# INSTRUCTIONS TO FOLLOW
From the records below, count the lines holding the string "coverage". Only the number is wanted.

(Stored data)
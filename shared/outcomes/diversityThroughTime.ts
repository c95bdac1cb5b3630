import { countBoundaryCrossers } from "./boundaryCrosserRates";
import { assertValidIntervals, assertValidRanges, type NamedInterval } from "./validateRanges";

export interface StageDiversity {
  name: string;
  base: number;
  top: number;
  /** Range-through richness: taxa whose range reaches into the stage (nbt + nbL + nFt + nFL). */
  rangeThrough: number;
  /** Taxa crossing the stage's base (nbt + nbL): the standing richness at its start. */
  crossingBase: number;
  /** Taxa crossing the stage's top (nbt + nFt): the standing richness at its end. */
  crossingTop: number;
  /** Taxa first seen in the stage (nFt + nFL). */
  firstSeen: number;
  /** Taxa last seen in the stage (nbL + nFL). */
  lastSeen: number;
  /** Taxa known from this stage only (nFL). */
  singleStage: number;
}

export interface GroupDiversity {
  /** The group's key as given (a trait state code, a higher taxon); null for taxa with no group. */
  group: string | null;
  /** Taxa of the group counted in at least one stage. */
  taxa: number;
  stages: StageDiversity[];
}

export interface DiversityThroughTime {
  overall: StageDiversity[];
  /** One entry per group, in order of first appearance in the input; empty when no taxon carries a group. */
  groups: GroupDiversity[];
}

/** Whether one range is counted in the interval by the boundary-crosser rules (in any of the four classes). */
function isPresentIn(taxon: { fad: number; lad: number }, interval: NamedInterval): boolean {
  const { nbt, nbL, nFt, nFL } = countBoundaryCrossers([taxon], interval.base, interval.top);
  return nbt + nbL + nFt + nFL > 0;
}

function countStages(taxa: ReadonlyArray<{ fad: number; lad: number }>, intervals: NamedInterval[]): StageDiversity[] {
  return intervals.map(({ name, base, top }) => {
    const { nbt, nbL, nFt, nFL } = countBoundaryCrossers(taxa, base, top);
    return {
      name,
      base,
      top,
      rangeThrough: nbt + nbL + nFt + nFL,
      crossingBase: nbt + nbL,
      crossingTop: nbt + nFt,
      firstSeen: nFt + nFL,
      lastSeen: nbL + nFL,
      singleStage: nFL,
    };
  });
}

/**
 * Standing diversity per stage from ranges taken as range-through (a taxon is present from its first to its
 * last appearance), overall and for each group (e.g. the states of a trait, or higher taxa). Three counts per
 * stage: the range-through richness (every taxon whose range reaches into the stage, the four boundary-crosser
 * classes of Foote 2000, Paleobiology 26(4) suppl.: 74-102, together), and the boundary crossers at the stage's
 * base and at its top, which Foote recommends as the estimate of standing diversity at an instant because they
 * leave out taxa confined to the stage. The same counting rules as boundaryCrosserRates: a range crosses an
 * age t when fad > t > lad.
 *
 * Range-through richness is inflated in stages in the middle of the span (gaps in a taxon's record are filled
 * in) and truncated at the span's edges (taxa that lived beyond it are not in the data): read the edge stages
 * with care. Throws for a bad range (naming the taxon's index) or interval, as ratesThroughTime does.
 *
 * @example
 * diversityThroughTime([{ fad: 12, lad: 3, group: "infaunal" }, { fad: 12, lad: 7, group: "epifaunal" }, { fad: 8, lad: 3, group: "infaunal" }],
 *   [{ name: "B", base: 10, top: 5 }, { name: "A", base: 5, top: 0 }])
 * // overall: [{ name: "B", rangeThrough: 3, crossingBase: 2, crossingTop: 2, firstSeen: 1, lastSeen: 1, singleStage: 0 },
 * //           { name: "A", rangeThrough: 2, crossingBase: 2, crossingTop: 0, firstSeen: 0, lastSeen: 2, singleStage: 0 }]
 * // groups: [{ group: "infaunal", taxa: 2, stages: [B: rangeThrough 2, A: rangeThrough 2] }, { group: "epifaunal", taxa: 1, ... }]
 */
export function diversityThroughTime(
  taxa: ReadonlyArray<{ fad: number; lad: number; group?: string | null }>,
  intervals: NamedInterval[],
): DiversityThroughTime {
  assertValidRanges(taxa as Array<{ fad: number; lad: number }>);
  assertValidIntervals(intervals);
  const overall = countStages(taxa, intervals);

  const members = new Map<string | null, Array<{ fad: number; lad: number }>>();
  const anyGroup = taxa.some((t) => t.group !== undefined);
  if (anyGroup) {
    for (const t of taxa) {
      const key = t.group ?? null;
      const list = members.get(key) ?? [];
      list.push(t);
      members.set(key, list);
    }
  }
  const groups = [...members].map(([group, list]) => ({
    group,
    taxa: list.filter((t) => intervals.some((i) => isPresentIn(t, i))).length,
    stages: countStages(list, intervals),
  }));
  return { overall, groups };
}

==

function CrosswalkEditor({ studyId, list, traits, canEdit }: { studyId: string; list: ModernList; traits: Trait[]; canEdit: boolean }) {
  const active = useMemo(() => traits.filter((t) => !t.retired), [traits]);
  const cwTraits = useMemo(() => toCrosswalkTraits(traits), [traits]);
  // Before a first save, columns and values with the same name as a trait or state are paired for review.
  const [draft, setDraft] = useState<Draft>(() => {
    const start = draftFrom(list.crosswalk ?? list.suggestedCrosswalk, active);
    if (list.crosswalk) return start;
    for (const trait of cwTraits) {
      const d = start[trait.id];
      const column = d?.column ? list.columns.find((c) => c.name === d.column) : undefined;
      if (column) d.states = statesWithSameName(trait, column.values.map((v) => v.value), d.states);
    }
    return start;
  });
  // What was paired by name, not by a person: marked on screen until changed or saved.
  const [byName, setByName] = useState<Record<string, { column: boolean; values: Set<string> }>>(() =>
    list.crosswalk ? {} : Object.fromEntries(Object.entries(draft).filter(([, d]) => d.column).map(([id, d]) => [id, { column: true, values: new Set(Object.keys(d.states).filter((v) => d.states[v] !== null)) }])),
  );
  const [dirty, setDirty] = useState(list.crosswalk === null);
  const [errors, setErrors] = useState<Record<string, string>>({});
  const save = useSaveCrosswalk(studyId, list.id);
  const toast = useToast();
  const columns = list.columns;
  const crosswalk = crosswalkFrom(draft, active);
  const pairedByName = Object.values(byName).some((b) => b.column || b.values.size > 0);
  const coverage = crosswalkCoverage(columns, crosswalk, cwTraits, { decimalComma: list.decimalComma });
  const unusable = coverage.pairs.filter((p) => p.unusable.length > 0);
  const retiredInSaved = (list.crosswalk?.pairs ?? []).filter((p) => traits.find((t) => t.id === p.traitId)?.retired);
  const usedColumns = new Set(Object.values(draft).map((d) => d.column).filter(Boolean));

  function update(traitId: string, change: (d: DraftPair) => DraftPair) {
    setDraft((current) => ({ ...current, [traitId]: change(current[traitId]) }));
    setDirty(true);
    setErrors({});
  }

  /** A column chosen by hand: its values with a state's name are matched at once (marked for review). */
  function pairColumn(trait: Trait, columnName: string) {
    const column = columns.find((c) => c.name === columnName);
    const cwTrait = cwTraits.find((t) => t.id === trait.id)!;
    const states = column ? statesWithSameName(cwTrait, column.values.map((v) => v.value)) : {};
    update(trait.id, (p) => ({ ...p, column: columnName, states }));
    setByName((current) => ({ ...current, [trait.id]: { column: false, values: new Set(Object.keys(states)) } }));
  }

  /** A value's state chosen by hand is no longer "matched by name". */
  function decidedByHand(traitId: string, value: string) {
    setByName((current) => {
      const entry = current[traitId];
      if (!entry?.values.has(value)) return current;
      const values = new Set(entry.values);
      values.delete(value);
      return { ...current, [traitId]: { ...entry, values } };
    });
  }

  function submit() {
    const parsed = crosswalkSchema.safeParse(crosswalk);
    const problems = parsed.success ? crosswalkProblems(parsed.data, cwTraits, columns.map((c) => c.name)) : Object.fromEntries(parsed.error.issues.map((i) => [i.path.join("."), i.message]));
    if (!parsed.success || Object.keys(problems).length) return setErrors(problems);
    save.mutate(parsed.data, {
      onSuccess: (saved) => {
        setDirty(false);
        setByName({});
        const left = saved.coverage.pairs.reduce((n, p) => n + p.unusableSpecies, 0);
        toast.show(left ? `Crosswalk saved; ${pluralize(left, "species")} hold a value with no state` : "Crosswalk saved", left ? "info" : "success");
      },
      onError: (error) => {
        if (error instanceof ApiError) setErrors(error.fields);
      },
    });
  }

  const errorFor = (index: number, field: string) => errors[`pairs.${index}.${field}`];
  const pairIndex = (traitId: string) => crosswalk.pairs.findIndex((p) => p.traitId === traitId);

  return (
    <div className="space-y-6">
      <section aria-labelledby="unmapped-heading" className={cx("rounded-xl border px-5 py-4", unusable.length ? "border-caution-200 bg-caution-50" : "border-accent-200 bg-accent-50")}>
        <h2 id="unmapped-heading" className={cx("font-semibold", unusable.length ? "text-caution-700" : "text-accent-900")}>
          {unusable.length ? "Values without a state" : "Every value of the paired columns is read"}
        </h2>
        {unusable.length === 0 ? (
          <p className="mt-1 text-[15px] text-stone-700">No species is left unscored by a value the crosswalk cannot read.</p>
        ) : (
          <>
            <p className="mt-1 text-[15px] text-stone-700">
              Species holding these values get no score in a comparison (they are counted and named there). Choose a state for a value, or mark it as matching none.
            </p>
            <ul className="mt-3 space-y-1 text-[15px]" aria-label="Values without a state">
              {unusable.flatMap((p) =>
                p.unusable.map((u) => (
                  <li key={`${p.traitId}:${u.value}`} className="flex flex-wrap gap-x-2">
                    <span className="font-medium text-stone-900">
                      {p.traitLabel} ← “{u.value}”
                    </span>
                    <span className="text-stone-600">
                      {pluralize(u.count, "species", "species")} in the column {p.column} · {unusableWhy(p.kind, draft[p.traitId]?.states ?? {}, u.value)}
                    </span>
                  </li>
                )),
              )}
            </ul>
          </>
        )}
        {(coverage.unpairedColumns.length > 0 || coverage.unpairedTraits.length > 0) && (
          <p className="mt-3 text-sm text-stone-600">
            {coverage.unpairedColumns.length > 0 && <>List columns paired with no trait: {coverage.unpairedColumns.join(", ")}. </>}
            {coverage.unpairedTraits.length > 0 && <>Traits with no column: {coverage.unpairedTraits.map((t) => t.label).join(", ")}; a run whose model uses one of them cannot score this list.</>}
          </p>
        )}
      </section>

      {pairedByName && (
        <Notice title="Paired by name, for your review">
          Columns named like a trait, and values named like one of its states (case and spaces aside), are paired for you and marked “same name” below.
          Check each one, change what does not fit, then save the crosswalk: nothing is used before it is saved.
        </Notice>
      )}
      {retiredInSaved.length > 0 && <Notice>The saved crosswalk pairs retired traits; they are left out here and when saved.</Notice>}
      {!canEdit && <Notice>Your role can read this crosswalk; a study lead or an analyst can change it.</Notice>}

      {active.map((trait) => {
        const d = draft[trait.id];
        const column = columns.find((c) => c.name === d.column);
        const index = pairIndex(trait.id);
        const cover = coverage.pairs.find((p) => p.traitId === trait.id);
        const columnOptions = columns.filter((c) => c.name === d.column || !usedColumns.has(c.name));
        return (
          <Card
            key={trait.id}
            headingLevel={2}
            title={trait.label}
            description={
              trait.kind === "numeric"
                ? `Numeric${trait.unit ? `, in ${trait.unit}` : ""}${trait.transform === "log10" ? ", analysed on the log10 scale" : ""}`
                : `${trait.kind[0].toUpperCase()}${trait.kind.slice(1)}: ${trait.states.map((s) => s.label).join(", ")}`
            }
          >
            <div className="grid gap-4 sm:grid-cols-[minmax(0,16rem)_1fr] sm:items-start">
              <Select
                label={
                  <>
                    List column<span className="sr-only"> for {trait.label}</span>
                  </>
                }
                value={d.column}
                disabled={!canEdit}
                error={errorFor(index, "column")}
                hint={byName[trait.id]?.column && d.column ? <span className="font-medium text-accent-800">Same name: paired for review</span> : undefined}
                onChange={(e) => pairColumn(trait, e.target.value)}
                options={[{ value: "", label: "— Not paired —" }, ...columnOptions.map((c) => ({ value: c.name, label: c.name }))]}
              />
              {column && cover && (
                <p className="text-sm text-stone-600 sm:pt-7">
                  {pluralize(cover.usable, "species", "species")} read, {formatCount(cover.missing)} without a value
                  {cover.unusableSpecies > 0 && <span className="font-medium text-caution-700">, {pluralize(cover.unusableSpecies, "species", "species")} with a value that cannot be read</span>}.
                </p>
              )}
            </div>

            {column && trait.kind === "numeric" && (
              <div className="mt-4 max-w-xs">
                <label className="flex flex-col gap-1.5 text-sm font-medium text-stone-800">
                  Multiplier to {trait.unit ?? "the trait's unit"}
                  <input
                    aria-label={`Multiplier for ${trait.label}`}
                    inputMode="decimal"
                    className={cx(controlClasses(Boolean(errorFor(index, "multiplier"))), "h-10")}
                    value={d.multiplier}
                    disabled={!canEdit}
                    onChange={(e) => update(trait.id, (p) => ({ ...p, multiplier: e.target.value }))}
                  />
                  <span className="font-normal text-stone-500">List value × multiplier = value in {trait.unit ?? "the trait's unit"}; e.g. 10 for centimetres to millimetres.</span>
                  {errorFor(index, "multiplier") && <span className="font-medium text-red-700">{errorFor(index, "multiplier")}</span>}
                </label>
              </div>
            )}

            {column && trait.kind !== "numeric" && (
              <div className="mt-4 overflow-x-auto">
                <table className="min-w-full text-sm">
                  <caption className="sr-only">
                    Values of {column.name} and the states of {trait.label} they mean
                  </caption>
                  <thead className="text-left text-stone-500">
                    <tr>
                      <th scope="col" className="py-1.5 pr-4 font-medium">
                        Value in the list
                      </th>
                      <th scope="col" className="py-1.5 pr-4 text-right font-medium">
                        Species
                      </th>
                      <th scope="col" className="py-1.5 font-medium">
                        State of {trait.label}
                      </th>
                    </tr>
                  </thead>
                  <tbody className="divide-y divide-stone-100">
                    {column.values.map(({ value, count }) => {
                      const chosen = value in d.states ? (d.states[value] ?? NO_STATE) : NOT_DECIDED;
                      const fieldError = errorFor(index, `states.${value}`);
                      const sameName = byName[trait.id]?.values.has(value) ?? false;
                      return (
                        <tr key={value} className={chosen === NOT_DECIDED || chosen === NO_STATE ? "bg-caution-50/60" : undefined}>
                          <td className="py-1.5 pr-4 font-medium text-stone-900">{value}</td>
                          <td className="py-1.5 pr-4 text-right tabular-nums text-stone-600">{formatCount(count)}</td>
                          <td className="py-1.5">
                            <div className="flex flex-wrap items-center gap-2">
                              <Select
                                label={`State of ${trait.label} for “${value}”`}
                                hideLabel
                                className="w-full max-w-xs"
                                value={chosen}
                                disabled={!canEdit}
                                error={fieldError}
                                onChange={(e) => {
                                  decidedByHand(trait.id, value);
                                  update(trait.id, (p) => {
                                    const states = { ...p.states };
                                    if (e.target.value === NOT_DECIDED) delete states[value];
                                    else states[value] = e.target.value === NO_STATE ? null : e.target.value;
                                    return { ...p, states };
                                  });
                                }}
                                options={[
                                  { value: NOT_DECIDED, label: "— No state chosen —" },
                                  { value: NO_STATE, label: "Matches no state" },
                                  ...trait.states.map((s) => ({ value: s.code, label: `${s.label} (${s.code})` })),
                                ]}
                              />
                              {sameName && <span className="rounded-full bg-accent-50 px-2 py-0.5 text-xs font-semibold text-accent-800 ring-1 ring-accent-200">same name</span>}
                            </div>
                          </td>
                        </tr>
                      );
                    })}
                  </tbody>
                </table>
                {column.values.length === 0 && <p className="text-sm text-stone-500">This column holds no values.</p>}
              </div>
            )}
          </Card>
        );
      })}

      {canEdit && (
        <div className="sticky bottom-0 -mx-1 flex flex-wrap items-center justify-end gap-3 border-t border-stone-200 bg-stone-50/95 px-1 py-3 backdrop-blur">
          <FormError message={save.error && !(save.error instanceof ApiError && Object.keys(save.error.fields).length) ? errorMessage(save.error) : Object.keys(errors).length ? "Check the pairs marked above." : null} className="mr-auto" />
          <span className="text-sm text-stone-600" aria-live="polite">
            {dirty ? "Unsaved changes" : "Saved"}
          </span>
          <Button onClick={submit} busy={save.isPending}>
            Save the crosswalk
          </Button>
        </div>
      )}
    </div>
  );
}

# FINAL ANSWER
7